The chaos surrounding the cuts could have been designed to make it difficult for opponents to sue over them. This method of changing government priorities through “impoundment” is illegal. Congress—which is the body that represents the American people—appropriates the money for programs, and the president takes an oath to execute the laws. After President Richard M. Nixon tried it, Congress passed a 1974 law making impoundment expressly illegal. But the on-again-off-again confusion appeared at first to stand a chance of stopping lawsuits. It didn’t work: a federal judge halted the funding freeze, suggesting it was a blatant violation of the Constitution.
But then, yesterday, Elon Musk forced the resignation of David A. Lebryk, the highest-ranking career official at the Treasury Department. Lebryk had been at Treasury since 1989 and had risen to become the person in charge of the U.S. government payment system that disburses about $6 trillion a year through Social Security benefits, Medicare, Medicaid, contracts, grants, salaries for federal government workers, tax refunds, and so on, essentially managing the nation’s checkbook.
According to Jeff Stein, Isaac Arnsdorf, and Jacqueline Alemany of the Washington Post, Musk’s team wanted access to the payment system. Senator Ron Wyden (D-OR) demanded answers from Trump’s new Treasury secretary, Scott Bessent, warning that “these payment systems simply cannot fail, and any politically-motivated meddling in them risks severe damage to our country and the economy. I am deeply concerned that following the federal grant and loan freeze earlier this week, these officials associated with Musk may have intended to access these payment systems to illegally withhold payments to any number of programs. I can think of no good reason why political operators who have demonstrated a blatant disregard for the law would need access to these sensitive, mission-critical systems.”
Now, though, with Musk’s people at the computers that control the nation’s payment system, they can simply stop whatever payments they want to.
Wyden continued by reminding Bessent that the press has reported that Musk has previously been “denied a high-level clearance to access the government’s most sensitive secrets. I am concerned that Musk’s enormous business operation in China—a country whose intelligence agencies have stolen vast amounts of sensitive data about Americans, including U.S. government employee data by hacking U.S. government systems—endangers U.S. cybersecurity and creates conflicts of interest that make his access to these systems a national security risk.”

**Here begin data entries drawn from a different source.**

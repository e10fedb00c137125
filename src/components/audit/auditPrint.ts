import { computed, nextTick, onBeforeUnmount, onMounted, ref, type Ref } from 'vue'

// True while the page is being printed, so that paginated tables lay out every row: a printed
// report that stopped at the first page of the gap list would mislead. One flag for the page.
// Browsers announce printing in two ways, and neither alone covers them all: the print events
// (Ctrl+P, the Print button, Chromium's PDF output) and the print media query (browsers that
// switch media for the preview, and print emulation, where no print event fires).
const printEvent = ref(false)
const printMedia = ref(false)
const printing = computed(() => printEvent.value || printMedia.value)

const before = () => (printEvent.value = true)
const after = () => (printEvent.value = false)
const mediaChanged = (event: { matches: boolean }) => (printMedia.value = event.matches)

// Several components on a page share the flag: the listeners stay until the last one leaves.
let users = 0
let printQuery: MediaQueryList | null = null

function listen() {
  if (users++ > 0) return
  window.addEventListener('beforeprint', before)
  window.addEventListener('afterprint', after)
  printQuery = typeof window.matchMedia === 'function' ? window.matchMedia('print') : null
  if (printQuery) {
    printMedia.value = printQuery.matches
    printQuery.addEventListener('change', mediaChanged)
  }
}

function stopListening() {
  if (--users > 0) return
  window.removeEventListener('beforeprint', before)
  window.removeEventListener('afterprint', after)
  printQuery?.removeEventListener('change', mediaChanged)
  printQuery = null
  printEvent.value = false
  printMedia.value = false
}

/** The page's printing flag, listening to print events and the print media query while mounted. */
export function usePrinting(): Readonly<Ref<boolean>> {
  onMounted(listen)
  onBeforeUnmount(stopListening)
  return printing
}

/**
 * Opens the print dialog once the tables have re-rendered with all their rows. `window.print()`
 * blocks, and Vue's update would only run after it returns, hence the flag is set first.
 */
export async function printPage() {
  printEvent.value = true
  await nextTick()
  try {
    window.print()
  } finally {
    printEvent.value = false
  }
}
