import {
  BarElement,
  CategoryScale,
  Chart,
  Legend,
  LinearScale,
  LineElement,
  PointElement,
  Title,
  Tooltip,
  type Plugin,
} from 'chart.js'
import { onBeforeUnmount, onMounted } from 'vue'

// Only the pieces the audit's charts draw; vue-chartjs registers the bar and line controllers
// itself. Registering twice is harmless, so every chart component may import this module.
Chart.register(
  BarElement,
  CategoryScale,
  LinearScale,
  LineElement,
  PointElement,
  Title,
  Tooltip,
  Legend,
)

/** The brand's direction colours (the same as `--tf-forward` and `--tf-backward` in base.css). */
export const chartColours = {
  forward: '#2f7d6d',
  backward: '#b5622d',
  lag: '#1d4e5f',
  ratio: '#2f7d6d',
  grid: '#d9e0de',
  ink: '#1c2a30',
}

/**
 * A colour with white diagonal stripes, so that the backward bars differ from the forward ones
 * by pattern as well as by colour (for colour-blind readers and grey-scale prints). Without a
 * 2D canvas (tests) the plain colour is used.
 */
export function hatched(colour: string): string | CanvasPattern {
  if (typeof document === 'undefined') return colour
  const tile = document.createElement('canvas')
  tile.width = 8
  tile.height = 8
  const ctx = tile.getContext?.('2d')
  if (!ctx) return colour
  ctx.fillStyle = colour
  ctx.fillRect(0, 0, 8, 8)
  ctx.strokeStyle = 'rgba(255, 255, 255, 0.7)'
  ctx.lineWidth = 2
  ctx.beginPath()
  ctx.moveTo(0, 8)
  ctx.lineTo(8, 0)
  ctx.moveTo(-2, 2)
  ctx.lineTo(2, -2)
  ctx.moveTo(6, 10)
  ctx.lineTo(10, 6)
  ctx.stroke()
  return ctx.createPattern(tile, 'repeat') ?? colour
}

/**
 * Paints a white background under the chart: a PNG saved from the canvas is otherwise
 * transparent and shows black in some image viewers and slides.
 */
export const whiteBackground: Plugin = {
  id: 'tfWhiteBackground',
  beforeDraw(chart) {
    const { ctx } = chart
    ctx.save()
    ctx.globalCompositeOperation = 'destination-over'
    ctx.fillStyle = '#ffffff'
    ctx.fillRect(0, 0, chart.width, chart.height)
    ctx.restore()
  },
}

/**
 * Redraws every chart at the page's print size before printing and back afterwards: Chart.js
 * sizes its canvas for the screen, and a print preview would otherwise crop or stretch it.
 */
export function useChartsResizeForPrint() {
  const resizeAll = () => {
    for (const chart of Object.values(Chart.instances)) chart.resize()
  }
  onMounted(() => {
    window.addEventListener('beforeprint', resizeAll)
    window.addEventListener('afterprint', resizeAll)
  })
  onBeforeUnmount(() => {
    window.removeEventListener('beforeprint', resizeAll)
    window.removeEventListener('afterprint', resizeAll)
  })
}
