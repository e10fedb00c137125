import { nextTick, onBeforeUnmount, onMounted, readonly, ref } from 'vue'

// True while the page is being printed, so that paginated tables lay out every row: a printed
// report that stopped at the first page of the gap list would mislead. One flag for the page,
// set by the browser's print events (Ctrl+P) and by the Print button alike.
const printing = ref(false)
const before = () => (printing.value = true)
const after = () => (printing.value = false)

/** The page's printing flag, listening to the browser's print events while mounted. */
export function usePrinting() {
  onMounted(() => {
    window.addEventListener('beforeprint', before)
    window.addEventListener('afterprint', after)
  })
  onBeforeUnmount(() => {
    window.removeEventListener('beforeprint', before)
    window.removeEventListener('afterprint', after)
  })
  return readonly(printing)
}

/**
 * Opens the print dialog once the tables have re-rendered with all their rows. `window.print()`
 * blocks, and Vue's update would only run after it returns, hence the flag is set first.
 */
export async function printPage() {
  printing.value = true
  await nextTick()
  try {
    window.print()
  } finally {
    printing.value = false
  }
}
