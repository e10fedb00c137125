import type { DataTableColumns } from 'naive-ui'
import type { SquadBreakdown } from '@shared/domain/audit/types'
import { compareLags, formatPercent, formatRatio } from './auditFormat'

export interface AuditSquadColumnContext {
  squadName: (squadId: string) => string
}

/** The per-squad breakdown of an audit: aggregates only, so every reader sees every squad. */
export function auditSquadColumns(
  context: AuditSquadColumnContext,
): DataTableColumns<SquadBreakdown> {
  return [
    {
      title: 'Squad',
      key: 'squadId',
      minWidth: 150,
      sorter: (a, b) => context.squadName(a.squadId).localeCompare(context.squadName(b.squadId)),
      render: (s) => context.squadName(s.squadId),
    },
    { title: 'Athletes', key: 'athleteCount', width: 90, align: 'right' },
    {
      title: 'Front-lag',
      key: 'frontLag',
      width: 100,
      align: 'right',
      sorter: (a, b) => compareLags(a.frontLag, b.frontLag),
      render: (s) => formatPercent(s.frontLag),
    },
    {
      title: 'Back-lag',
      key: 'backLag',
      width: 100,
      align: 'right',
      render: (s) => formatPercent(s.backLag),
    },
    {
      title: 'Balance ratio',
      key: 'balanceRatio',
      width: 115,
      align: 'right',
      render: (s) => formatRatio(s.balanceRatio),
    },
    { title: 'Gaps', key: 'gapCount', width: 80, align: 'right', sorter: 'default' },
    { title: 'Athletes with gaps', key: 'athletesWithGaps', width: 130, align: 'right' },
    { title: 'Readiness alerts', key: 'readinessAlerts', width: 130, align: 'right' },
  ]
}
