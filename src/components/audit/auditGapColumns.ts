import { NTag, type DataTableColumns } from 'naive-ui'
import { h } from 'vue'
import { stepOf } from '@shared/domain/progress'
import type { RankedGap } from '@/stores/auditReport'

export interface AuditGapColumnContext {
  athleteName: (athleteId: string) => string
  squadName: (squadId: string) => string
}

const muted = 'color: var(--tf-muted)'

function counterpartCell(gap: RankedGap) {
  if (gap.counterpartMissing) {
    return h(NTag, { size: 'small', type: 'warning' }, () => 'not in the catalogue')
  }
  const name = gap.counterpartName ?? 'Counterpart'
  if (gap.counterpartNeverStarted || gap.counterpartStepIndex === null) {
    return h('span', [name, h('span', { style: muted }, ' · not started')])
  }
  return h('span', [
    name,
    h('span', { style: muted }, ` · ${stepOf(gap.counterpartStepIndex, gap.counterpartStepCount)}`),
  ])
}

/** The ranked gap list: backward elements whose forward counterpart trails. */
export function auditGapColumns(context: AuditGapColumnContext): DataTableColumns<RankedGap> {
  return [
    { title: 'Rank', key: 'rank', width: 70, align: 'right' },
    {
      title: 'Athlete',
      key: 'athleteId',
      minWidth: 150,
      render: (g) => context.athleteName(g.athleteId),
    },
    {
      title: 'Squad',
      key: 'squadId',
      minWidth: 120,
      render: (g) => context.squadName(g.squadId),
    },
    {
      title: 'Backward element',
      key: 'elementName',
      minWidth: 190,
      render: (g) =>
        h('span', [
          g.elementName,
          h('span', { style: muted }, ` · ${stepOf(g.stepIndex, g.stepCount)}`),
        ]),
    },
    {
      title: 'Forward counterpart',
      key: 'counterpartName',
      minWidth: 200,
      render: counterpartCell,
    },
    {
      // The rank follows the weighted figure, so it is shown, not left to a tooltip that a
      // tablet never opens.
      title: 'Deficit (steps × weight)',
      key: 'weightedDeficit',
      width: 170,
      align: 'right',
      render: (g) =>
        h('span', [
          `${g.deficitSteps}`,
          h('span', { style: muted }, ` × ${g.weight} = `),
          `${g.weightedDeficit}`,
        ]),
    },
  ]
}
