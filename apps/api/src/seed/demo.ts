import type { EntityManager } from 'typeorm';
import type { Role } from '@evenhand/entities';
import { RoleGrantEntity, SiteEntity, UserEntity } from '@evenhand/entities/orm';
import { hashPassword } from '../auth/passwords.js';

/** Every demo account signs in with this password (development and tests only). */
export const DEMO_PASSWORD = 'evenhand-demo';

/** Quillmarsh Valley is an invented district; its schools and people are made up. */
export const demoSites = [
  { code: 'ALD', name: 'Alderquill Elementary' },
  { code: 'BRK', name: 'Brackenwold Middle School' },
  { code: 'CDH', name: 'Cinderhaze Elementary' },
  { code: 'DNP', name: 'Dunnowick Park Elementary' },
  { code: 'ELR', name: 'Emberlark Middle School' },
  { code: 'FRN', name: 'Fernquillow Elementary' },
] as const;

const extraTeacherNames = [
  'Wendell Quillstep', 'Marguerite Bramblewake', 'Castor Ashmantle', 'Yetunde Glimmerdale',
  'Piers Nettlequaff', 'Anneliese Owlthorne', 'Ruairi Ploverkin', 'Delphine Reedwhistle',
  'Tobias Sorrelwick', 'Keziah Tumblethorn', 'Emeric Umberwisp', 'Solveig Vellumgate',
  'Lucius Wrenmantle', 'Hollis Yarrowick', 'Noor Zephyrcott', 'Fintan Amberquill',
];

type DemoAccount = { email: string; name: string; grants: { role: Role; site?: string }[] };

/** One account per role and the staff of the first two schools: the ones the sign-in page offers. */
export const featuredDemoAccounts: DemoAccount[] = [
  { email: 'admin@evenhand.test', name: 'Avery Inkwhistle', grants: [{ role: 'admin' }] },
  { email: 'coordinator@evenhand.test', name: 'Corin Tallowmere', grants: [{ role: 'coordinator' }] },
  { email: 'lead@evenhand.test', name: 'Leigh Pennyquill', grants: [{ role: 'research_lead' }] },
  { email: 'teacher1@evenhand.test', name: 'Tomasz Thimblewick', grants: [{ role: 'teacher', site: 'ALD' }] },
  { email: 'teacher2@evenhand.test', name: 'Priya Saltmarrow', grants: [{ role: 'teacher', site: 'ALD' }] },
  { email: 'teacher3@evenhand.test', name: 'Jonah Kettleburn', grants: [{ role: 'teacher', site: 'BRK' }] },
  { email: 'teacher4@evenhand.test', name: 'Marisol Brindlequay', grants: [{ role: 'teacher', site: 'BRK' }] },
  { email: 'principal1@evenhand.test', name: 'Dr. Helena Moonquarry', grants: [{ role: 'principal', site: 'ALD' }] },
  { email: 'principal2@evenhand.test', name: 'Samuel Driftwillow', grants: [{ role: 'principal', site: 'BRK' }] },
  { email: 'reviewer@evenhand.test', name: 'Rowan Gleamfeather', grants: [{ role: 'reviewer' }] },
];

export const demoAccounts: DemoAccount[] = [
  ...featuredDemoAccounts,
  // The other schools' staff, so every demo classroom has a teacher and every school a principal.
  { email: 'principal3@evenhand.test', name: 'Oksana Ribbonmoor', grants: [{ role: 'principal', site: 'CDH' }] },
  { email: 'principal4@evenhand.test', name: 'Bartholomew Cloudhopper', grants: [{ role: 'principal', site: 'DNP' }] },
  { email: 'principal5@evenhand.test', name: 'Greta Sparrowgild', grants: [{ role: 'principal', site: 'ELR' }] },
  { email: 'principal6@evenhand.test', name: 'Idris Tinderholt', grants: [{ role: 'principal', site: 'FRN' }] },
  ...['CDH', 'DNP', 'ELR', 'FRN'].flatMap((site, i) =>
    [0, 1, 2, 3].map((j) => ({
      email: `teacher${5 + i * 4 + j}@evenhand.test`,
      name: extraTeacherNames[i * 4 + j],
      grants: [{ role: 'teacher' as const, site }],
    })),
  ),
];

/** Idempotent: adds what is missing, leaves what exists (including changed passwords) alone. */
export async function seedDemo(manager: EntityManager): Promise<{ created: number }> {
  let created = 0;
  const siteIds = new Map<string, string>();
  for (const site of demoSites) {
    await manager.createQueryBuilder().insert().into(SiteEntity).values(site).orIgnore().execute();
    const row = await manager.findOneByOrFail(SiteEntity, { code: site.code });
    siteIds.set(site.code, row.id);
  }
  const passwordHash = await hashPassword(DEMO_PASSWORD);
  for (const account of demoAccounts) {
    if (await manager.existsBy(UserEntity, { email: account.email })) continue;
    const user = await manager.save(manager.create(UserEntity, { email: account.email, name: account.name, passwordHash, active: true }));
    await manager.insert(
      RoleGrantEntity,
      account.grants.map((g) => ({ userId: user.id, role: g.role, siteId: g.site ? siteIds.get(g.site)! : null })),
    );
    created++;
  }
  return { created };
}

/**
 * Empties every table but the migrations log. The guarded tables refuse TRUNCATE by trigger, so this runs with
 * triggers off for the transaction (session_replication_role), which only a superuser may set: a local
 * development cluster's owner, never the application's role.
 */
export async function resetDatabase(manager: EntityManager): Promise<void> {
  await manager.query(`SET LOCAL session_replication_role = replica`);
  const tables: { tablename: string }[] = await manager.query(
    `SELECT tablename FROM pg_tables WHERE schemaname = 'public' AND tablename <> 'migrations'`,
  );
  if (tables.length) await manager.query(`TRUNCATE ${tables.map((t) => `"${t.tablename}"`).join(', ')} CASCADE`);
}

This afternoon, Wyden posted that he has been told that Bessent has given the Department of Government Efficiency full access to the system. “Social Security and Medicare benefits, grants, payments to government contractors, including those that compete directly with Musk's own companies. All of it.”
Josh Marshall of Talking Points Memo posted: “This is more or less like taking the gold from Fort Knox and putting it in Elons basement. Anyone who gets a check from soc sec or anything else[,] he can cut it off or see all y[ou]r personal and financial data.” Pundit Stuart Stevens called it “the most significant data leak in cyber history.”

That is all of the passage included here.